The Curious Case of the Collapsing Concentration Parameter: Part I

Down the Rabbit Hole

In the course of conducting statistical research, there are times when you can come across some computational-statistical behavior that can only be described as weird. While working on some of my dissertation research to develop a new application for an extension of the Dirichlet Process, I came across one of these oddities. Since this is a subject on which I (and hopefully others) could benefit from more perspective, I thought I'd write up a quick blog post or three detailing the path my research took, the weird behavior I observed along the way and the paper trail I worked through to try to reach some level of resolution in the matter. While I'd like to make this as accessible as possible to any interested readers, I'm not going to be able to get away from the fact that this stuff is pretty heavy on the math. My hope is that a master's level (Bio)Statistics student who had recently completed their theory courses could, with some effort, understand everything that is going on here. If you're already familiar with the Dirichlet Process then I suggest you skip to the Computational Complications sections below and start reading from there.

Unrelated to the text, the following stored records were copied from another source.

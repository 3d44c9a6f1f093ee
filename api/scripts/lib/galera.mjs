// A MariaDB Galera cluster on loopback for the cluster test: each node a private instance of
// mariadb.mjs (its own datadir, socket, port and option file) with Galera's wsrep settings added:
// Debian's galera-4 provider, the cluster's group address, a port of its own for replication
// (gcomm) and for state transfers (SST by rsync or mariabackup, IST), the first node started
// with --wsrep-new-cluster and the others joining it. Node built-ins only.
import { spawn, spawnSync } from 'node:child_process';
import { chmodSync, existsSync, mkdirSync, readFileSync, writeFileSync } from 'node:fs';
import { join } from 'node:path';
import { findServerBinary, freePort, instance } from './mariadb.mjs';

/** Debian's mariadb-server makes this user. */
const NODE_USER = 'mysql';

export const GALERA_PROVIDER = '/usr/lib/galera/libgalera_smm.so';

/** mariabackup's SST when Debian's mariadb-backup is installed, rsync's otherwise. */
function sstMethod() {
  return existsSync('/usr/bin/mariabackup') || existsSync('/usr/bin/mariadb-backup') ? 'mariabackup' : 'rsync';
}

/**
 * @param {{ dir: string; nodes?: number; name?: string }} opts
 */
export async function galeraCluster({ dir, nodes = 3, name = 'crumbproof' }) {
  if (!existsSync(GALERA_PROVIDER)) throw new Error(`Galera's provider ${GALERA_PROVIDER} is missing: install Debian's galera-4.`);
  const method = sstMethod();
  /** @type {{ index: number; db: ReturnType<typeof instance>; gcomm: number; ist: number; sst: number }[]} */
  const members = [];
  for (let i = 0; i < nodes; i++) {
    const db = instance({ dir: join(dir, `node${i + 1}`), port: await freePort() });
    members.push({ index: i + 1, db, gcomm: await freePort(), ist: await freePort(), sst: await freePort() });
  }
  const address = `gcomm://${members.map((m) => `127.0.0.1:${m.gcomm}`).join(',')}`;

  /** @param {(typeof members)[number]} m */
  function wsrepOptions(m) {
    return [
      '',
      '[galera]',
      'wsrep_on=ON',
      `wsrep_provider=${GALERA_PROVIDER}`,
      `wsrep_cluster_name=${name}`,
      `wsrep_cluster_address=${address}`,
      `wsrep_node_name=node${m.index}`,
      `wsrep_node_address=127.0.0.1:${m.gcomm}`,
      `wsrep_provider_options="gmcast.listen_addr=tcp://127.0.0.1:${m.gcomm};ist.recv_addr=127.0.0.1:${m.ist};gcache.size=64M"`,
      `wsrep_sst_receive_address=127.0.0.1:${m.sst}`,
      `wsrep_sst_method=${method}`,
      // A read waits until this node has applied every write the cluster committed before it, so
      // what one instance wrote is what the next read on another node sees (causal reads).
      'wsrep_sync_wait=1',
      'binlog_format=ROW',
      'default_storage_engine=InnoDB',
      'innodb_autoinc_lock_mode=2',
      'wsrep_slave_threads=2',
      '',
    ].join('\n');
  }

  /**
   * Starts one node: the first bootstraps the cluster, the others join it and take a state
   * transfer, so only the first is initialised with mariadb-install-db.
   * @param {(typeof members)[number]} m
   * @param {boolean} bootstrap
   */
  async function startNode(m, bootstrap) {
    if (bootstrap && !existsSync(join(m.db.datadir, 'mysql'))) {
      await m.db.start();
      await m.db.stop();
    }
    m.db.writeConfig();
    mkdirSync(m.db.datadir, { recursive: true });
    // The nodes run as Debian's mysql user, not root: the rsync daemon that receives a state
    // transfer runs as its parent's user, and started by root it would write as nobody.
    writeFileSync(m.db.cnf, readFileSync(m.db.cnf, 'utf8').replace(/^user=root$/m, `user=${NODE_USER}`) + wsrepOptions(m));
    chmodSync(dir, 0o755);
    const own = spawnSync('chown', ['-R', `${NODE_USER}:${NODE_USER}`, m.db.dir]);
    if (own.status !== 0) throw new Error(`Could not give ${m.db.dir} to the ${NODE_USER} user: ${String(own.stderr)}`);
    const server = findServerBinary();
    if (!server) throw new Error('No MariaDB server binary (mariadbd or mysqld) was found.');
    const child = spawn(server, [`--defaults-file=${m.db.cnf}`, ...(bootstrap ? ['--wsrep-new-cluster'] : [])], {
      detached: true,
      stdio: 'ignore',
    });
    /** @type {{ code: number | null }} */
    const exited = { code: null };
    child.on('exit', (code) => (exited.code = code ?? -1));
    child.unref();
    const deadline = Date.now() + 120_000;
    while (Date.now() < deadline) {
      if (exited.code !== null)
        throw new Error(`Galera node ${m.index} stopped at start (exit ${exited.code}); see ${m.db.dir}/mysqld.err.`);
      if (m.db.ping() && status(m, 'wsrep_local_state_comment') === 'Synced') return;
      await new Promise((r) => setTimeout(r, 250));
    }
    throw new Error(`Galera node ${m.index} was not synced within 120 s; see ${m.db.dir}/mysqld.err.`);
  }

  /**
   * A wsrep status variable of one node, or null when it does not answer.
   * @param {(typeof members)[number]} m
   * @param {string} variable
   */
  function status(m, variable) {
    const r = m.db.sql(`SHOW GLOBAL STATUS LIKE '${variable}'`);
    if (r.status !== 0) return null;
    return r.stdout.trim().split('\t')[1] ?? null;
  }

  async function start() {
    const [first, ...rest] = members;
    if (!first) throw new Error('A cluster needs at least one node.');
    await startNode(first, true);
    for (const m of rest) await startNode(m, false);
    const size = status(first, 'wsrep_cluster_size');
    if (Number(size) !== members.length) throw new Error(`The cluster has ${size} nodes, not ${members.length}.`);
  }

  /** Stops every node that still runs, the last started first. */
  async function stop() {
    for (const m of [...members].reverse()) await m.db.stop();
  }

  /**
   * Kills one node's server at once (SIGKILL), as a crash would.
   * @param {number} index 1-based
   */
  function kill(index) {
    const m = members[index - 1];
    const pid = m?.db.runningPid();
    if (!pid) throw new Error(`Galera node ${index} is not running.`);
    process.kill(pid, 'SIGKILL');
    return pid;
  }

  return {
    address,
    method,
    nodes: members.map((m) => ({ index: m.index, port: m.db.port, db: m.db })),
    start,
    stop,
    kill,
    /** @param {number} index @param {string} variable */
    status: (index, variable) => {
      const m = members[index - 1];
      return m ? status(m, variable) : null;
    },
  };
}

Since the peculiarity in question arises in the context of working with the Dirichlet Process, I'll begin with some brief background on the subject.

A Quick Dip into the Dirichlet Process

The Dirichlet Process(DP) is a distribution over probability measures. That is, similar to how a binomial distribution is defined by assigning probabilities to two discrete numbers, typically 0 and 1, the DP is defined by assigning probabilities to other probabilities associated with numbers. So while "observations" or "random draws" from most distributions are numbers, a random draw from a DP is a distribution itself. It's a little bit meta, but very useful in certain settings.

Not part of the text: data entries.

import { Module } from '@nestjs/common';
import { BooksModule } from '../books/books.module';
import { UsersModule } from '../users/users.module';
import { SeedService } from './seed.service';

@Module({ imports: [BooksModule, UsersModule], providers: [SeedService], exports: [SeedService] })
export class SeedModule {}
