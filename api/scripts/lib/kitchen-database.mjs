// The database `npm run backup` and `npm run restore` work on: the one DB_HOST, DB_PORT, DB_NAME or
// DB_USER names (api/src/config/config.ts), or else npm start's private MariaDB under .data/, used
// as it runs, or started for the command and stopped after it. Node built-ins only.
import { spawnSync } from 'node:child_process';
import { existsSync } from 'node:fs';
import { join, resolve } from 'node:path';
import { aptInstall, chooseDatabasePort, ensureMariadbInstalled, instance } from './mariadb.mjs';
import { runCliStatus } from './tsx-cli.mjs';
import { DB_USERS, dbEnv, ensureNodeModules, ROOT } from './workspace.mjs';

/** The settings that name a database of the kitchen's own choosing. */
const NAMED = ['DB_HOST', 'DB_PORT', 'DB_NAME', 'DB_USER', 'DB_OWNER_USER'];

/** @param {string} message */
const say = (message) => console.error(`▸ ${message}`);

/** mariadb-dump and the mariadb client, from Debian's mariadb-client when they are missing. */
function ensureClient() {
  const missing = ['mariadb-dump', 'mariadb'].filter((p) => spawnSync(p, ['--version'], { stdio: 'ignore' }).error);
  if (missing.length === 0) return;
  say(`${missing.join(' and ')} not found: installing Debian’s mariadb-client…`);
  aptInstall(['mariadb-client']);
}

/**
 * Runs the command (`run`, given the settings to add to its environment) on the kitchen's
 * database and answers its exit code. The private database is started when it is not running
 * (claimed, so an `npm start` meanwhile is told) and stopped again after; a restore on a machine
 * where npm start never ran creates it, empty, for the restore to fill.
 * @param {'backup' | 'restore'} command
 * @param {(env: Record<string, string>) => number} run
 * @returns {Promise<number>}
 */
export async function onKitchenDatabase(command, run) {
  ensureClient();
  if (NAMED.some((name) => process.env[name])) return run({});
  // Arguments the command will refuse (or a restore's archive that is not there) need no database.
  const argv = process.argv.slice(2);
  const cwd = process.env.INIT_CWD ?? process.cwd();
  const argsHold =
    command === 'restore'
      ? argv.length === 1 && !argv[0].startsWith('--') && existsSync(resolve(cwd, argv[0]))
      : argv.length === 0 || (argv.length === 2 && argv[0] === '--out');
  if (!argsHold) return run({});
  const dir = join(ROOT, '.data', 'mariadb');
  const hasData = existsSync(join(dir, 'data', 'mysql'));
  if (!hasData && command === 'backup') {
    throw new Error(
      'There is no database to back up here: npm start has not run in this folder (no .data/mariadb). Set DB_HOST, DB_PORT, DB_NAME and the owner (DB_OWNER_USER, DB_OWNER_PASSWORD) to back up another one.',
    );
  }
  const port = await chooseDatabasePort(dir, say);
  const db = instance({ dir, port });
  const env = dbEnv({ port, database: 'crumbproof' });
  if (db.runningPid()) return run(env);

  if (!hasData) ensureMariadbInstalled(say);
  db.claim(`npm run ${command}`);
  // Ctrl-C reaches the command itself; this process then stops the database it started.
  const ignore = () => {};
  process.on('SIGINT', ignore);
  try {
    say(
      hasData
        ? `Crumbproof’s database is not running: starting it for the ${command} on 127.0.0.1:${port} (data in .data/mariadb)…`
        : `Creating Crumbproof’s database on 127.0.0.1:${port} (data in .data/mariadb), empty, for the restore…`,
    );
    await db.start();
    db.createDatabase({ database: 'crumbproof', ...DB_USERS });
    return run(env);
  } finally {
    say('Stopping the database again…');
    await db.stop();
    db.release();
    process.off('SIGINT', ignore);
  }
}

/**
 * npm run backup / npm run restore: api/src/cli/COMMAND.ts on the kitchen's database, exiting
 * with its exit code.
 * @param {'backup' | 'restore'} command
 */
export function runOnKitchenDatabase(command) {
  ensureNodeModules();
  onKitchenDatabase(command, (env) => runCliStatus(command, env)).then(
    (code) => process.exit(code),
    (err) => {
      console.error(err instanceof Error ? err.message : String(err));
      process.exit(1);
    },
  );
}
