import type { AddressInfo } from 'node:net';
import type { Book, BookIngredient, CounterDayView, CounterProductsView, CounterQuestionView } from '@crumbproof/shared';
import { tableChecksums } from './fixtures/table-checksums';
import { openStream } from './support/event-stream';
import { startTestApp, type TestApp } from './support/test-app';

/**
 * The counter's API on the real MariaDB with the demo kitchen: every product for sale with the
 * declaration its own route serves, the events stream read by a real HTTP client on a listening
 * port, the products on sale by day, and questions asked of the kitchen and answered.
 */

The aforementioned numbers that the DP draws are defined on, come from the "base measure", $G_0$, one of the two parameters that define the DP. The other parameter is a positive real scalar $\alpha >0$. Conceptually, the base measure serves as the mean of the DP, the distribution around which the process is centered, and $\alpha$ represents how close or "concentrated" the draws from the DP will be from the base measure. That's right, $\alpha$ is the titular concentration parameter, the primary source of intrigue in this mystery.

This process was first formally written about in a 1973 article by Thomas Ferguson titled "A Bayesian Analysis of Some Nonparametric Problems". In this paper, Ferguson laid out the groundwork for the DP and many of its properties including the tie-in to it's name:

a stochastic process $P$ ... is said to be a Dirichlet process ... with parameter $G_0$ if ... $(P(A_1),...,P(A_k))$ has a Dirichlet distribution with parameter ($\alpha G_0(A_1),...,\alpha G_0(A_k)))$ 1

In the above $A_1,...,A_k$ can just be thought of as numbers. So what the above line says is that the probability of those numbers is distributed according to the Dirichlet distribution whose parameters are determined by the base measure.

There's been lots of development on the DP since the 70's. One particularly important development was popularized in a 2001 paper, where Ishwaran and James showed that realizations, $G$, of the DP could be computationally approximated as a finite sum over some indicator functions, $\delta_{\theta}(\cdot)$ and weights, $\pi_l \in (0,1)$

\[ G = \sum^K \pi_l \delta_{\theta}(\cdot) \quad K \in \mathbb{N} \]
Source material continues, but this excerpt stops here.